Ertesi gün, ağacımın altında ölümsüzler hakkında olan kitabımı okuyordum. Kitabın Rakshasalardan bahsedilen kısmındaydım. Kaşlarımı öfkeyle çattım. İnsanüstü hızları, güzellikleri, güçleri... Hiç yaptıkları kötülüklerden, ya da vahşetlerden bahsedilmiyordu. Ahura'nın ise bahsi bile geçmiyordu...

Tam bu sıra da Lance gelip tam yanıma oturdu. Hiçbir şey söylemeden elimdeki kitabı alıp okumaya başladığı sırada, tek eliyle de bana turuncu renk yuvarlak bir şey uzattı ve "Neden sürekli hoşlanmadığın kitapları okuyorsun?" diye sordu

Ona cevap veremedim çünkü hâlâ bana uzattığı şeye bakıyordum. Bu bir portakal mıydı? Vay canına! Daha önce birkaç kez görmüştüm ama hiç yememiştim.

Elma dışında bütün meyveler bizim için lükstü. Her hangi birisini almak neredeyse bir köylünün iki yıllık gelirine denkti. Çünkü meyveler azdı ve çoğu ölümsüzlere giderdi.

Lance tepkim, yani daha çok sessizliğim dikkatini çekmiş gibi yavaşça kafasını kitaptan kaldırıp bana baktı. Elindeki portakala uzanmıştım ama dokunmuyordum. Sanki dokunursam parasını ödemek zorundaymışım gibi kararsızdım. En sonunda elindeki portakalı sanki almam için teşvik edermiş gibi sallayıp, "Onu alacak mısın?" diye sordu.

Hayretle ona bakıp gözlerimi kırpıştırdım. "Bu bir portakal."

Gözlerini kısıp önce portakala, sonrada bana baktı.

"Evet, sanırım haklısın." derken ses tonu ne kadar ifadesizde olsa içinde yatan alayı elbette görebiliyordum.

Yine almam için beni teşvik eder gibi elini yine sallayınca, bir an tereddüt eder gibi olsamda uzanıp portalakalı aldım.
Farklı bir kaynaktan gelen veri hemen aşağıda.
// The bulletin editor: a toolbar and the TipTap document (starter kit, tables, links, images, and Tocsin's figure
// nodes). The parent owns saving; this component reports every change and exposes the editor for set-content.
import { EditorContent, useEditor, useEditorState, type Editor } from '@tiptap/react';
import { useEffect, useState, type ReactNode } from 'react';
import type { BulletinDocument } from '../../shared/bulletins/document';
import { bulletinExtensions } from './extensions';
import { FigureSourceContext, type FigureSource } from './FigureSource';
import { InsertDialog, type InsertKind } from './InsertDialog';

export const DOC_CLASS =
  'prose-doc max-w-none text-[1.02rem] [&_h2]:mt-6 [&_h2]:mb-2 [&_h2]:text-xl [&_h2]:font-bold [&_h3]:mt-4 [&_h3]:mb-1 [&_h3]:text-lg [&_h3]:font-bold ' +
  '[&_p]:my-2 [&_ul]:my-2 [&_ul]:list-disc [&_ul]:pl-6 [&_ol]:my-2 [&_ol]:list-decimal [&_ol]:pl-6 [&_blockquote]:border-l-4 [&_blockquote]:border-rule [&_blockquote]:pl-4 [&_blockquote]:text-ink-soft ' +
  '[&_table:not([data-testid=risk-table])]:my-3 [&_table:not([data-testid=risk-table])]:border-collapse [&_td]:border [&_td]:border-rule [&_td]:px-2 [&_td]:py-1 [&_th]:border [&_th]:border-rule [&_th]:bg-accent-50 [&_th]:px-2 [&_th]:py-1 ' +
  '[&_img]:my-3 [&_img]:max-w-full [&_hr]:my-4 [&_hr]:border-rule';

function ToolButton({ label, active, onClick, children, disabled }: { label: string; active?: boolean; onClick: () => void; children: ReactNode; disabled?: boolean }) {
  return (
    <button
      type="button"
      aria-label={label}
      title={label}
      aria-pressed={active === undefined ? undefined : active}
      disabled={disabled}
      onMouseDown={(e) => e.preventDefault()}
      onClick={onClick}
      className={`min-w-8 rounded px-2 py-1 text-sm font-medium transition-colors disabled:opacity-40 ${active ? 'bg-accent-700 text-white' : 'text-ink hover:bg-accent-50'}`}
    >
      {children}
    </button>
  );
}

const Sep = () => <span aria-hidden="true" className="mx-1 h-5 w-px bg-rule" />;

function Toolbar({ editor, onInsert }: { editor: Editor; onInsert: (k: InsertKind) => void }) {
  const s = useEditorState({
    editor,
    selector: ({ editor: e }) => ({
      bold: e.isActive('bold'),
      italic: e.isActive('italic'),
      h2: e.isActive('heading', { level: 2 }),
      h3: e.isActive('heading', { level: 3 }),
      bullet: e.isActive('bulletList'),
      ordered: e.isActive('orderedList'),
      link: e.isActive('link'),
      inTable: e.isActive('table'),
    }),
  });
  const chain = () => editor.chain().focus();
  return (
    <div role="toolbar" aria-label="Formatting" className="sticky top-0 z-10 flex flex-wrap items-center gap-0.5 border-b border-rule bg-white/95 px-2 py-1.5 backdrop-blur">
      <ToolButton label="Bold" active={s.bold} onClick={() => chain().toggleBold().run()}>
        <b>B</b>
      </ToolButton>
      <ToolButton label="Italic" active={s.italic} onClick={() => chain().toggleItalic().run()}>
        <i>I</i>
      </ToolButton>
      <Sep />
      <ToolButton label="Heading" active={s.h2} onClick={() => chain().toggleHeading({ level: 2 }).run()}>
        H2
      </ToolButton>
      <ToolButton label="Subheading" active={s.h3} onClick={() => chain().toggleHeading({ level: 3 }).run()}>
        H3
      </ToolButton>
      <ToolButton label="Bulleted list" active={s.bullet} onClick={() => chain().toggleBulletList().run()}>
        • List
      </ToolButton>
      <ToolButton label="Numbered list" active={s.ordered} onClick={() => chain().toggleOrderedList().run()}>
        1. List
      </ToolButton>
      <Sep />
      <ToolButton
        label={s.link ? 'Remove link' : 'Link'}
        active={s.link}
        onClick={() => {
          if (s.link) return void chain().unsetLink().run();
          const href = window.prompt('Link address (https:// or mailto:)');
          if (href && /^(https?:|mailto:)/i.test(href.trim())) chain().setLink({ href: href.trim() }).run();
        }}
      >
        Link
      </ToolButton>
      <ToolButton
        label="Image"
        onClick={() => {
          const src = window.prompt('Image address (https://)');
          if (src && /^https?:/i.test(src.trim())) chain().setImage({ src: src.trim(), alt: window.prompt('Describe the image for readers who cannot see it') ?? '' }).run();
        }}
      >
        Image
      </ToolButton>
      <ToolButton label="Table" onClick={() => chain().insertTable({ rows: 3, cols: 3, withHeaderRow: true }).run()}>
        Table
      </ToolButton>
      {s.inTable && (
        <>
          <ToolButton label="Add row" onClick={() => chain().addRowAfter().run()}>
            + row
          </ToolButton>
          <ToolButton label="Add column" onClick={() => chain().addColumnAfter().run()}>
            + col
          </ToolButton>
          <ToolButton label="Delete table" onClick={() => chain().deleteTable().run()}>
            − table
          </ToolButton>
        </>
      )}
      <Sep />
      <ToolButton label="Insert figure" onClick={() => onInsert('figure')}>
        <span className="text-accent-700">+ Figure</span>
      </ToolButton>
      <ToolButton label="Insert risk table" onClick={() => onInsert('riskTable')}>
        <span className="text-accent-700">+ Risk table</span>
      </ToolButton>
      <ToolButton label="Insert plot" onClick={() => onInsert('plot')}>
        <span className="text-accent-700">+ Plot</span>
      </ToolButton>
    </div>
  );
}

type Props = {
  document: BulletinDocument;
  source: FigureSource;
  editable: boolean;
  onChange?: (doc: BulletinDocument) => void;
  onReady?: (editor: Editor) => void;
  label?: string;
};

export function BulletinEditor({ document, source, editable, onChange, onReady, label = 'Bulletin text' }: Props) {
  const [insert, setInsert] = useState<InsertKind | null>(null);
  const editor = useEditor({
    extensions: bulletinExtensions(),
    content: document,
    editable,
    immediatelyRender: true,
    shouldRerenderOnTransaction: false,
    editorProps: {
      attributes: {
        class: `${DOC_CLASS} min-h-64 px-6 py-5 outline-none`,
        'aria-label': label,
        'aria-multiline': 'true',
        role: 'textbox',
        'data-testid': 'bulletin-editor',
      },
    },
    onUpdate: ({ editor: e }) => onChange?.(e.getJSON() as BulletinDocument),
  });
  useEffect(() => {
    if (editor) onReady?.(editor);
  }, [editor, onReady]);
  useEffect(() => {
    editor?.setEditable(editable, false);
  }, [editor, editable]);

  return (
    <FigureSourceContext.Provider value={source}>
      <div className="rounded-lg border border-rule bg-white shadow-xs">
        {editable && editor && <Toolbar editor={editor} onInsert={setInsert} />}
        <EditorContent editor={editor} />
      </div>
      {editable && source.objectId !== null && (
        <InsertDialog
          kind={insert}
          objectId={source.objectId}
          onClose={() => setInsert(null)}
          onInsert={(c) => {
            setInsert(null);
            const chain = editor.chain().focus();
            if (c.kind === 'figure') chain.insertLinkedFigure(c.attrs).run();
            else if (c.kind === 'riskTable') chain.insertRiskTable(c.attrs).run();
            else chain.insertPlot(c.attrs).run();
          }}
        />
      )}
    </FigureSourceContext.Provider>
  );
}

/** A read-only rendering of a document (locked versions, briefings) with the same nodes. */
export function DocumentView({ document, source }: { document: BulletinDocument; source: FigureSource }) {
  const editor = useEditor({
    extensions: bulletinExtensions(),
    content: document,
    editable: false,
    immediatelyRender: true,
    editorProps: { attributes: { class: `${DOC_CLASS} px-1 py-1`, 'data-testid': 'document-view' } },
  });
  useEffect(() => {
    if (editor && JSON.stringify(editor.getJSON()) !== JSON.stringify(document)) editor.commands.setContent(document, { emitUpdate: false });
  }, [editor, document]);
  return (
    <FigureSourceContext.Provider value={source}>
      <EditorContent editor={editor} />
    </FigureSourceContext.Provider>
  );
}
"Portakalı nerden buldun?" 

Omuz silkip umursamaz bir tavırla, "Şuradan, buradan" diye cevap verdi.

Endişelenmeye başlamıştım. "Onu çalmadın değil mi?" derken gözlerim endişeyle açılmıştı.

Çalmanın cezası elinizin kesilmesiydi. Gerçi bir Rakshasa'nın elini keserseniz, muhtemelen birkaç saat içinde yenisi çıkardı.
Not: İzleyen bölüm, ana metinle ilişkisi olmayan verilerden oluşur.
// One signed-in API client per demo role, keyed by role (the set-up of most API test files).
import { expect } from 'vitest';
import { DEMO_USERS } from '../helpers/testServer';
import { ApiClient } from './apiClient';

export async function signedIn(url: string): Promise<Record<string, ApiClient>> {
  const as: Record<string, ApiClient> = {};
  for (const u of DEMO_USERS) {
    const c = new ApiClient(url);
    expect((await c.signIn(u.email, u.password)).status).toBe(200);
    as[u.role] = c;
  }
  return as;
}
Kitaptan kafasını kaldırmadan, sanki çok komik bir şey söylemişim gibi güldü ama ben ciddiydim.

"Evet, çaldım." dedi dalga geçer gibi.

Ciddi olup olmadığını anlamaya çalıştım. Sonuçta bir portakal için elimi kaybetmek istemiyordum. Onun tuzu kuruydu tabi. Yüzünü inceledim ama renk vermiyordu. O yüzden portakalı kucağına attım. Ne olur, ne olmaz başımı belaya sokmayacaktım.

Lance, kafasını arkaya atarak kahkahalarla güldü ve portakalı attığım yerden alıp tekrar bana uzattı.

"Ahhh, Eva yüz ifadeni görmeliydin." 

Benimle dalga geçiyordu ve hiç komik değildi.

Bunu ona da söyledim ama cevabı, "Kesinlikle çok komikti." oldu.

"Her neyse şunu alacak mısın artık?" 

Arsızca göz kırptı. "Yoksa sana ellerimle yedirmekten de zevk duyarım tabi."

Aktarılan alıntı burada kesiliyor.